Как бы то ни было - меня поперли. Меня, вдумчивого принца аналитика, любовно перебирающего души своих людей, меня - снизу - сочли штрейкбрехером и коллаборационистом, а сверху - лоботрясом с неуравновешенной психикой. Низы не хотели меня видеть, а верхи не могли без смеха обо мне говорить. "Верхи не могли, а низы не хотели". Что это предвещает, знатоки истинной философии истории? Совершенно верно: в ближайший же аванс меня будут физдить, по законам добра и красоты, а ближайший аванс - послезавтра, а значит - послезавтра меня измудохают.

- Фффу!

- Кто сказал "Фффу"? Это, вы, ангелы, сказали "Фффу"?

- Да, это мы сказали. Фффу, Веня, как ты ругаешься!!

- Да, как же, посудите сами, как не ругаться! Весь этот житейский вздор так надломил меня, что я с того самого дня не просыхаю. Я и до этого не сказать, чтоб очень просыхал, но во всяком случае, я хоть запоминал, что я пью и в какой последовательности, а теперь и этого не могу упомнит ь... У меня все полосами, все в жизни как-то полосами: то не пью неделю подряд, то пью потом 40 дней, потом опять четыре дня не пью, а потом опять шесть месяцев пью без единого роздыха... Вот и теперь...

- Мы понимаем, мы все понимаем. Тебя оскорбили, и твое прекрасное сердце...

Да, да, в тот день мое прекрасное сердце целых полчаса боролось с рассудком. Как в трагедиях Пьера Корнеля, поэта-лауреата: долг борется с сердечным влечением. Только у меня наоборот: сердечное влечение боролось с рассудком и долгом. Сердце мне говорило: "Тебя обидели, тебя сравняли с говном. Поди, Веничка, и напейся. Встань и поди напейся как сука". Так говорило мое прекрасное сердце. А мой рассудок? он брюзжал и упорствовал" "Ты не встанешь, Ерофеев, ты никуда не пойдешь и ни капли не выпьешь". А сердце на это: "Ну ладно, Веничка, ладно.
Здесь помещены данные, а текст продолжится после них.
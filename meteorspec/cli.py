"""Command line: parses arguments and calls the public API, nothing more.

Commands
--------
``meteorspec process EVENT... --out DIR [--stations DIR] [--workers N | --scheduler ADDRESS] [--force]``
    Reduce events (event folders, ``event.toml`` files, or folders holding
    events at any depth) into ``DIR/<event id>.h5`` and the night table
    ``DIR/night.csv``; events already up to date are skipped.
``meteorspec report OUT_DIR [--html DIR]``
    Static HTML night report (default ``OUT_DIR/report/index.html``).
``meteorspec show EVENT.h5``
    Text summary of one event file.
``meteorspec review EVENT.h5 [--frames A:B] [--drop-frames LIST] [--shift-nm NM] [--stretch F] [--pin SEEN=LINE]
[--reject-line LINE] [--ignore-nm LO-HI] [--verdict V --reviewer NAME --note TEXT] [--dry-run] [--figures DIR]
[--window] [--history]``
    Review one fireball by hand: correct frames, wavelength scale and line
    identifications, re-derive lines, plasma fit, composition and class from the
    stored per-frame spectra, and append the verdict to the event's ``/review`` log.
``meteorspec simulate --out DIR [--preset NAME ...] [--random N --seed S]``
    Write synthetic events (the bundled sample set by default).
``meteorspec response SOURCE --star X Y TEFF [--star ...] --out FILE [--station FILE | --stations DIR] [--force]``
    Derive a station response curve (contract section 3) from the first-order
    spectra of one or more stars of known effective temperature in an event or a
    clip (several stars are scaled to each other and combined).
"""

from __future__ import annotations

import os

# Small matrix steps dominate the fits; multithreaded BLAS only adds contention
# on the cores that worker processes already use. Set before numpy loads.
for _var in ("OPENBLAS_NUM_THREADS", "OMP_NUM_THREADS", "MKL_NUM_THREADS"):
    os.environ.setdefault(_var, "1")

import argparse
import sys
from collections.abc import Sequence
from pathlib import Path

from . import __version__


def find_events(paths: Sequence[str | Path]) -> list[tuple[Path, Path]]:
    """Expand command-line paths into ``(event.toml, run root)`` pairs (see :func:`meteorspec.batch.find_events`)."""
    from .batch import find_events as _find

    return _find(paths)
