def _stored(frames: FrameSpectra, *, shift_nm: float, stretch: float = 1.0) -> FrameSpectra:
    """The same frames as a calibration off by ``shift_nm`` and ``stretch`` (about 550 nm) records them."""
    wl = frames.wavelength_nm + shift_nm + (stretch - 1.0) * (frames.wavelength_nm - 550.0)
    return replace(frames, wavelength_nm=wl, bin_width_nm=frames.bin_width_nm * stretch,
                   flux=frames.flux / stretch, variance=frames.variance / stretch ** 2)


def write_synthetic_event(path: Path, frames: FrameSpectra, *, extra_plasma: dict | None = None) -> Path:
    """The automatic run on ``frames``: whole flight, plasma fit, lines, class, as the pipeline stores them."""
    whole = frames.whole_flight()
    fwhm = np.full(whole.wavelength_nm.size, FWHM_NM)
    fit = fit_plasma(whole, fwhm_nm=fwhm, speed_km_s=40.0, **FAST)
    assert fit, fit.reason
    table = identify_lines(whole, fwhm_nm=fwhm, plasma_fit=fit)
    comp = classify(fit.group_intensity, fit.group_covariance, speed_km_s=40.0, seed=0)
    result = EventResult(event_id=EVENT_ID, station="TR01", start_utc="2026-11-14T03:15:22.120Z",
                         software_version=software_version(), status="ok")
    result.parts["spectrum"] = spectrum_part(frames, flux_unit="adu")
    result.parts["plasma"] = {"attrs": {"success": True},
                              "datasets": {"instrument_fwhm_nm": (fwhm, "nm")} | dict(extra_plasma or {})}
    result.parts["lines"] = {"table": (table.to_records(), "adu nm")}
    result.parts["composition"] = {"attrs": {
        "na": comp.na, "mg": comp.mg, "fe": comp.fe, "na_err": comp.na_err, "mg_err": comp.mg_err,
        "fe_err": comp.fe_err, "class": comp.class_name, "class_confidence": comp.class_confidence,
        "class_reason": comp.class_reason, "speed_km_s": 40.0}}
    return write_event(path, result)


@pytest.fixture(scope="module")
def event(tmp_path_factory):
    """(true frames, event file with the shifted scale); tests copy the file before changing it."""
    frames = _true_frames()
    path = write_synthetic_event(tmp_path_factory.mktemp("review") / f"{EVENT_ID}.h5",
                                 _stored(frames, shift_nm=SHIFT_NM))
    return frames, path


@pytest.fixture()
def copy(event, tmp_path):
    dest = tmp_path / event[1].name
    shutil.copyfile(event[1], dest)
    return dest


def _true_peaks(frames: FrameSpectra) -> np.ndarray:
    whole = frames.whole_flight()
    return find_peaks(whole, fwhm_nm=np.full(whole.wavelength_nm.size, FWHM_NM)).position_nm


# --------------------------------------------------------------------------- frames


def test_dropping_frames_sums_exactly_the_remaining_frames(event):
    frames, path = event
    view = open_event(path)
    keep = kept_frames(view, Corrections(first_frame=1, last_frame=8, dropped_frames=(3, 4)))
    assert np.flatnonzero(keep).tolist() == [1, 2, 5, 6, 7, 8]
    whole = combine_frames(view, keep)
    # no sample of a kept frame is masked: the whole flight is the plain sum, errors add in quadrature
    assert_allclose(whole.flux, view.per_frame[keep].sum(axis=0), rtol=1e-12, atol=0)
    assert_allclose(whole.flux_err, np.sqrt((view.per_frame_err[keep] ** 2).sum(axis=0)), rtol=1e-12)
    # and it differs from the stored whole flight by exactly the dropped frames (and the dark ones, NaN)
    dropped = view.per_frame[[3, 4]].sum(axis=0)
    assert_allclose(whole.flux, view.flux - dropped, rtol=1e-9, atol=1e-9 * np.nanmax(view.flux))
Много пить не надо, не надо напиваться как сука: а выпей четыреста грамм и завязывай". "Никаких грамм! " - отчеканивал рассудок. - "Если уж без этого нельзя, поди и выпей три кружки пива; а о граммах своих, Ерофеев, и помнить забудь." А сердце заныло: "Ну хоть двести грамм. Ну...

Реутово - Никольское. ну, хоть сто пятьдесят..." И тогда рассудок: "Ну, хорошо, Веня, - сказал, - хорошо, выпей сто пятьдесят, только никуда не ходи, сиди дома..."

Что же вы думаете? Я выпил сто пятьдесят и усидел дома? Ха-ха. Я с этого дня пил по тысяче пятьсот каждый день, чтобы усидеть дома, и все-таки не усидел. Потому что на шестой день размок уже настолько, что исчезла грань между рассудком и сердцем, и оба в голос мне затвердили: "Поезжай, поезжай в Петушки! В Петушках - твое спасение и радость твоя, поезжай."

"Петушки" - это место, где не умолкают птицы, ни днем, ни ночью, где ни зимой, ни летом не отцветает жасмин. Первородный грех - может, он и был - там никого не тяготит. Там даже у тех, кто не просыхает по неделям, взгляд бездонен и ясен..."

"Там каждую пятницу, ровно в одиннадцать, на вокзальном перроне, меня встречает эта девушка с глазами белого цвета, - белого, переходящего в белесый, - эта любимейшая из потаскух, эта белобрысая дьяволица. А сегодня пятница, и меньше чем через два часа будет ровно одиннадцать, и будет она, и будет вокзальный перрон, и этот белесый взгляд, в котором нет ни совести, ни стыда. Поезжайте со мной - о, вы такое увидите!.."

"Да и что я оставил - там, откуда уехал и еду? Пару дохлых портянок и казенные брюки, плоскогубцы и рашпиль, аванс и накладные расходы, - вот что оставил! А что впереди? что в Петушках на перроне? - а на перроне рыжие ресницы, опущенные ниц, и колыхание форм, и коса от затылка до попы. А после перрона - зверобой и портвейн, блаженства и корчи, восторги и судороги. Царица небесная, как далеко еще до Петушков!"

"А там, за Петушками, где сливается небо и земля, и волчица воет на звезды, - там совсем другое, но то же самое: там в дымных и вшивых хоромах, неизвестный этой белесой, распускается мой младенец, самый пухлый и самый кроткий из всех младенцев. Он знает букву "ю" и за это ждет от меня орехов. Кому из вас в три года была знакома буква "ю"? Никому: вы и теперь-то ее толком не знаете. А вот он - знает,и никакой за это награды не ждет, кроме стакана орехов.